Le médecin demandera à la patiente de pratiquer des examens complémentaires pour rechercher une cause à ces fausses couches à répétition. Le médecin prescrira également un bilan hormonal à la recherche d’une infection ou une parasitose (maladie induite par des parasites). Parfois, on décide de faire un caryotype des parents.
Soutien psychologique
Vivre une fausse couche est un véritable traumatisme pour certaines personnes. C’est une situation très difficile à vivre ainsi qu’un véritable deuil. Hommes et femmes ressentent du vide, de la déception, de la tristesse et parfois un sentiment de culpabilité. Le deuil à la suite d’une fausse couche doit se faire à deux. Le père et la mère doivent discuter, parler et se vider. Si l’émotion est trop forte et que le deuil tarde à partir, vous pouvez vous remettre à des professionnels ou des groupes de soutien qui vous aideront à surmonter cette situation. Un psychopraticien (si besoin épaulé d’un psychiatre) vous écoute, vous oriente et vous conseille afin de vous guider vers la voie du deuil.
Il est donc primordial de ne pas minimiser l’importance d’une fausse couche. Que l’on soit le partenaire, un parent, un ami… il faut savoir trouver les mots justes. « Une femme qui vient de vivre une fausse couche a particulièrement besoin de marques d’affection et d’être écoutée sans recevoir de conseils. C’est essentiel. Des conséquences qui pourraient être limitées grâce à la mise en place d’un dépistage et d’un soutien psychologique pour toutes les femmes qui en ont besoin.
Prévention
S’il est constaté une forte augmentation des cas de fausses couches après FIV, celui-ci peut être évité en appliquant les mesures préventives suivantes :
- Réaliser l’hystérosalpingographie (HSG) pour connaître la forme et la situation de l’utérus.
- Réaliser la thrombophilie pour permettre d’anticiper la formation des caillots de sang dans l’utérus.
- Réaliser le Test de réceptivité endométriale ER Map afin de confirmer la réceptivité de l’endomètre.
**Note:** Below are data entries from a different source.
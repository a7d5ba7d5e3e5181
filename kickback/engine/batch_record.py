"""Figures recorded at the ends of every segment: peaks, extremes, held voltages, conduction.

Segments are split at every extremum of the node voltage and of each chain current, and where a
chain current crosses the conduction threshold, so the extreme values are attained at segment
ends; each end is recorded from both sides (a current may jump when an ideal law takes over).
Element voltages follow :meth:`kickback.chain.Chain.element_voltages`: on the law's piece when
the chain carries current, else the held-off voltage shared in chain order, each element up to
the edge of its zero-current band.
"""

from __future__ import annotations

import numpy as np

from kickback.conventions import CONDUCTION_FRACTION
from kickback.engine.batch_node import law_current
from kickback.standoff import blocked_voltage, chain_blocks, has_diode, rest_node_voltage


def take_rows(law, idx):
    """The law of the variants ``idx`` (as :func:`kickback.engine.batch_modes.take`)."""
    from kickback.engine.batch_laws import Law

    return Law(law.kinds, law.V[idx], law.r[idx], law.Ilo[idx], law.Ihi[idx], law.ulo[idx], law.uhi[idx])
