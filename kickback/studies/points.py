"""Many variants of one case through either engine, as the columns the studies use.

The sweep, the clamp choice and the tolerance study all need the same thing: a handful of
figures, the verdict and every check's value, limit and margin for n variants of one case that
differ only in values. :func:`evaluate` gives them as a :class:`Points` table whichever engine
runs:

* ``"batch"`` — :func:`kickback.studies.many.simulate_many` (exact piecewise-linear segments,
  vectorised, in chunks; Shockley diodes and varistors as a stated piecewise-linear fit);
* ``"detailed"`` — :func:`kickback.simulation.simulate` point by point, in worker processes;
* ``"auto"`` — the batch engine unless the case has a feature it does not cover (thermal
  networks, a saturating coil, a [drive], a motor); then the detailed engine, and
  :attr:`Points.note` says why.

A variant the batch engine could not simulate (a reason in its status) is run again by the
detailed engine, up to :data:`RETRY_MAX` of them per call, so the reference engine has the last
word on what cannot be simulated.

Every simulated variant is audited (:mod:`kickback.audit`: ledger, negative dissipation, the
checks its ratings call for, finite figures) before it gets a verdict. A variant that fails the
audit is solved again on the other engine (up to :data:`RETRY_MAX` per call; the batch engine only
where it covers the case); if that result fails its audit too, or cannot be had, the variant is
unsolved: no verdict, no figures, its error says why. :attr:`Points.note` says how many and on
which engine.
"""

from __future__ import annotations

from dataclasses import replace

import numpy as np

from kickback.case import Case
from kickback.errors import SolverError
from kickback.ratings import blank_column, put_rows
from kickback.studies.onepoint import point_figures
from kickback.studies.pointtable import FIGURES, Points, audit_note
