def analyse_file(path: str, settings, reports: str | None = None) -> FileOutcome:
    """Load and analyse one file (runs in a worker process).

    Never raises, except MemoryError, which the worker reports with its limit. With
    `reports` (a folder), the worker also writes the recording's PDF report there: the
    arrays it needs never leave the worker. A report that cannot be written leaves the
    result intact and says why in `report_error`.
    """
    try:
        from passivefit.analysis import analyze
        from passivefit.io import load
        from passivefit.io.recording import LoadError

        recording = load(path, channel=settings.reader_channel)
        analysis = analyze(recording, settings, advise=False)  # advice is for the rig
        outcome = FileOutcome(path, analysis.to_dict(), _plain_metadata(recording.metadata))
    except LoadError as exc:
        return FileOutcome(path, error=exc.reason)
    except MemoryError:
        raise
    except Exception as exc:  # noqa: BLE001 - a bad file must not stop the batch
        return FileOutcome(path, error=f"analysis failed ({type(exc).__name__}: {exc})")
    if reports:
        try:
            from passivefit.export.report import write_report

            write_report([(recording, analysis)], report_path(reports, recording))
        except OSError as exc:
            why = f"report not written ({exc.strerror or exc})"
            return FileOutcome(path, outcome.result, outcome.metadata, report_error=why)
        except Exception as exc:  # noqa: BLE001 - the analysis is kept all the same
            why = f"report not written ({type(exc).__name__}: {exc})"
            return FileOutcome(path, outcome.result, outcome.metadata, report_error=why)
    return outcome


def report_path(folder: str, recording) -> Path:
    """``<folder>/<file stem>-<first 8 hex of sha256>.pdf`` (unique per content)."""
    return Path(folder) / f"{Path(recording.path).stem}-{recording.sha256[:8]}.pdf"


def _plain_metadata(metadata: dict) -> dict:
    return {k: metadata[k] for k in METADATA_KEYS if isinstance(metadata.get(k), str | int | float)}


# ---------------------------------------------------------------------------- progress
@dataclass(frozen=True)
class ProgressEvent:
    """Where a batch stands after a file (or at its start, with `status` "").

    Attributes
    ----------
    status : str
        What happened to the file: "stored", "skipped" or "failed"; "" at the start.
    path, detail : str
        The file, and what to say about it (the sweeps and values, or why).
    done, total : int
        Files finished (any status) and files in the batch.
    stored, skipped, failed : int
        Files finished with each status.
    sweeps : int
        Sweeps analysed and stored so far.
    elapsed_s : float
        Seconds since the batch started.
    """

    status: str
    path: str
    detail: str
    done: int
    total: int
    stored: int
    skipped: int
    failed: int
    sweeps: int
    elapsed_s: float

    @property
    def sweeps_per_s(self) -> float | None:
        """Sweeps analysed per second so far (None before the first)."""
        return self.sweeps / self.elapsed_s if self.sweeps and self.elapsed_s > 0 else None

    @property
    def remaining_s(self) -> float | None:
        """Seconds left, from the time per analysed file so far (None before the first;
        skipped files take no time and are not counted)."""
        analysed = self.stored + self.failed
        if not analysed or self.elapsed_s <= 0:
            return None
        return (self.total - self.done) * self.elapsed_s / analysed

    def summary(self) -> str:
        """One line: files done of total, sweeps per second, time left, counts."""
        rate = self.sweeps_per_s
        left = self.remaining_s
        return (f"{self.done}/{self.total} files · "
                f"{'—' if rate is None else f'{rate:.1f}'} sweeps/s · "
                f"{'—' if left is None else clock_time(left)} left · "
                f"stored {self.stored}, skipped {self.skipped}, failed {self.failed}")


def clock_time(seconds: float) -> str:
    """Seconds as m:ss, or h:mm:ss from an hour on."""
    whole = int(round(max(seconds, 0.0)))
    hours, rest = divmod(whole, 3600)
    minutes, secs = divmod(rest, 60)
    return f"{hours}:{minutes:02d}:{secs:02d}" if hours else f"{minutes}:{secs:02d}"


class Progress:
    """Counts a batch's files and sweeps and passes a :class:`ProgressEvent` to
    `callback` after each file (and one at the start).

    The default callback is a :class:`ConsoleProgress` on `stream` (stderr): one
    updating line on a terminal, plain lines otherwise.
    """

    def __init__(self, total: int, callback=None, *, stream=None, clock=time.monotonic) -> None:
        self.total, self.done, self.sweeps = total, 0, 0
        self.callback = callback if callback is not None else ConsoleProgress(stream)
        self.clock = clock
        self.started = clock()
        self.counts = {"stored": 0, "skipped": 0, "failed": 0}

    def event(self, status: str = "", path: str = "", detail: str = "") -> ProgressEvent:
        return ProgressEvent(status, path, detail, self.done, self.total, self.counts["stored"],
                             self.counts["skipped"], self.counts["failed"], self.sweeps,
                             self.clock() - self.started)

    def start(self) -> None:
        self.callback(self.event())

    def update(self, status: str, path: str, detail: str = "", sweeps: int = 0) -> None:
        self.done += 1
        self.counts[status] += 1
        self.sweeps += sweeps
        self.callback(self.event(status, path, detail))

    def finish(self) -> None:
        finish = getattr(self.callback, "finish", None)
        if finish is not None:
            finish()


class ConsoleProgress:
    """A batch's progress on a terminal: one line rewritten after each file (bar, files
    done of total, sweeps per second, time left, counts) on `stream` when it is a
    terminal; otherwise one plain line per file on stdout."""

    WIDTH = 24

    def __init__(self, stream=None) -> None:
        self.stream = stream or sys.stderr
        self.tty = _is_terminal(self.stream)
        self.shown = False

    def __call__(self, event: ProgressEvent) -> None:
        if self.tty:
            filled = self.WIDTH * event.done // max(event.total, 1)
            line = (f"\r[{'#' * filled}{'.' * (self.WIDTH - filled)}] {event.summary()}  "
                    f"{Path(event.path).name[:40]}")
            self.stream.write(line.ljust(130)[:130])
            self.stream.flush()
            self.shown = True
        elif event.status:
            text = f"{event.status:<8} {event.path}" + (f": {event.detail}" if event.detail
                                                        else "")
            print(text, file=sys.stdout, flush=True)

    def finish(self) -> None:
        if self.shown:
            self.stream.write("\n")
            self.stream.flush()


def _is_terminal(stream) -> bool:
    try:
        return bool(stream.isatty())
    except (AttributeError, ValueError):   # no isatty, or a closed stream
        return False


# ---------------------------------------------------------------------------- the run
@dataclass
class BatchSummary:
    stored: list[str] = field(default_factory=list)
    skipped: list[str] = field(default_factory=list)
    failed: list[tuple[str, str]] = field(default_factory=list)
    sweeps: int = 0
    hashes: list[str] = field(default_factory=list)
    seconds: float = 0.0
    unused_metadata: int = 0
    report_failed: list[tuple[str, str]] = field(default_factory=list)
    not_started: list[str] = field(default_factory=list)   # left when the batch was stopped


class BatchError(InputError):
    """Options or paths a batch cannot start with (nothing has been written)."""


def run_batch(paths: list[str], db: str, settings, *, workers: int | None = None,
              sheet: str | None = None, metadata: str | None = None,
              reports: str | None = None, reanalyse: bool = False,
              limits: Limits = Limits(), progress=None, stop=None) -> BatchSummary:
    """Analyse every recording under `paths` into the database `db`.

    `progress(event)` is called with a :class:`ProgressEvent` once at the start and after
    every file (in this thread); the default, :class:`ConsoleProgress`, draws one line on
    a terminal and prints a line per file otherwise. It may have a ``finish()``, called
    at the end.

    `stop()`, when given, is asked after every file: once it returns True the files in
    progress are abandoned, the worker processes end, and the files not yet analysed are
    listed in `not_started` (what was stored stays stored).

    Everything is checked before anything is written: bad options, an unreadable
    metadata sheet, a sheet that cannot be written or a missing path raise
    `BatchError` / `MetadataError`, a database that cannot be opened `StoreError`.
    A database that fails while the batch writes (a full disk, a read-only file)
    stops it with `StoreError`; what was stored before stays. Folders that cannot be
    read are listed in `failed`; reports that cannot be written in `report_failed`
    (their analyses are stored).
    """
    from passivefit.export.sheets import SHEET_SUFFIXES
    from passivefit.io.metadata import read_metadata

    workers = workers if workers is not None else _default_workers()
    if workers < 1:
        raise BatchError(f"`--workers` must be at least 1, not {workers}")
    if sheet and Path(sheet).suffix.lower() not in SHEET_SUFFIXES:
        raise BatchError(f"`--sheet` {sheet}: use one of {', '.join(SHEET_SUFFIXES)}")
    if sheet:
        _check_writable(sheet, "--sheet")
    table = read_metadata(metadata) if metadata else MetadataTable()
    if reports:
        try:
            Path(reports).mkdir(parents=True, exist_ok=True)
        except OSError as exc:
            raise BatchError(f"`--reports` {reports}: cannot create the folder "
                             f"({exc.strerror})") from None
    # the workers start now and import the analysis while this process opens the database
    # and reads the files' hashes
    pool = _start_workers(workers, limits)
    try:
        unreadable: list[tuple[str, str]] = []
        files = find_recordings(paths, _excluded_paths(db, sheet, metadata), unreadable)
        notes = match_metadata(table, files)
        database = _open(db)
    except BaseException:
        _close_all(pool)
        raise
    started = time.perf_counter()
    try:
        summary = _run_files(files, settings, database, notes, workers, reanalyse, reports,
                             limits, db, progress, stop, pool)
        summary.failed[:0] = unreadable
        if sheet:
            try:
                _write_sheet(database, summary.hashes, sheet)
            except OSError as exc:
                raise BatchError(f"`--sheet` {sheet}: cannot write it ({exc.strerror or exc}); "
                                 "the analyses are stored: write the sheet with `passivefit "
                                 "db export`") from None
    finally:
        _close_all(pool)   # those no file reached (the others are closed already)
        database.close()
    summary.seconds = time.perf_counter() - started
    summary.unused_metadata = table.unused()
    return summary
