@pytest.mark.parametrize("reader", [read_nwb_hdf5, read_nwb_pynwb], ids=["h5py", "pynwb"])
def test_sweeps_keep_the_files_own_numbers(tmp_path, reader):
    # a seal test in voltage clamp is sweep 0 of the file: the current-clamp sweeps are
    # named 1, 2, 3 as in the acquisition program, not renumbered from 0
    rec = reader(_clamp_file(tmp_path / "seal.nwb", {1: RATE, 2: RATE, 3: RATE},
                             seal_test=True))
    assert [s.index for s in rec.sweeps] == [1, 2, 3]
    assert_allclose(rec.sweeps[2].current, -3e-12)


@pytest.mark.parametrize("reader", [read_nwb_hdf5, read_nwb_pynwb], ids=["h5py", "pynwb"])
def test_sweeps_in_other_clamp_modes_are_left_out_and_said(tmp_path, reader):
    # a seal test in voltage clamp among current-clamp sweeps (acquisition layout), and
    # table rows in voltage clamp and at I = 0: read alike by both readers, and named
    seal = reader(_clamp_file(tmp_path / "seal.nwb", {1: RATE, 2: RATE}, seal_test=True))
    (flag,) = [f for f in seal.flags if f.code == "protocol.other_clamp"]
    assert flag.message.startswith("1 sweep(s) of the file were not recorded in current "
                                   "clamp (voltage clamp: sweeps 0) and are left out")
    table = reader(_mixed_table_file(tmp_path / "mixed.nwb"))
    assert len(table.sweeps) == 1
    (flag,) = [f for f in table.flags if f.code == "protocol.other_clamp"]
    assert "2 sweep(s)" in flag.message and "(I = 0 and voltage clamp: sweeps 0, 0)" in flag.message
    plain = reader(_clamp_file(tmp_path / "plain.nwb", {1: RATE, 2: RATE}))
    assert not [f for f in plain.flags if f.code == "protocol.other_clamp"]


def test_sweeps_at_another_rate_are_left_out_and_said(tmp_path):
    # three sweeps at 10 kHz, one at 50 kHz (a brief square sampled faster): the three
    # are read, the other left out with a flag (the h5py reader leaves such files to pynwb)
    path = _clamp_file(tmp_path / "rates.nwb", {0: RATE, 1: RATE, 2: 50_000.0, 3: RATE})
    assert read_nwb_hdf5(path) is None
    rec = load(path)
    assert rec.sample_rate_hz == RATE and [s.index for s in rec.sweeps] == [0, 1, 3]
    (flag,) = [f for f in rec.flags if f.code == "protocol.rates_mixed"]
    assert "the 3 sweeps at 10000 Hz are analysed, 1 at 50000 Hz left out" in flag.message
Si tous ces examens cliniques sont concluants, vous avez de grandes chances d’éviter une fausse couche après FIV.
Comment éviter fausse couche précoce ?
- Faites-vous vacciner contre la rubéole et la grippe
- Faites-vous dépister couramment de la toxoplasmose
- Adoptez une alimentation saine et variée.
Comment éviter fausse couche en début de grossesse ?
- Évitez la consommation de boissons alcoolisées
- Évitez les boissons issues des plantes médicinales à risque sur la grossesse
- Allez régulièrement aux contrôles et visites médicales de suivi.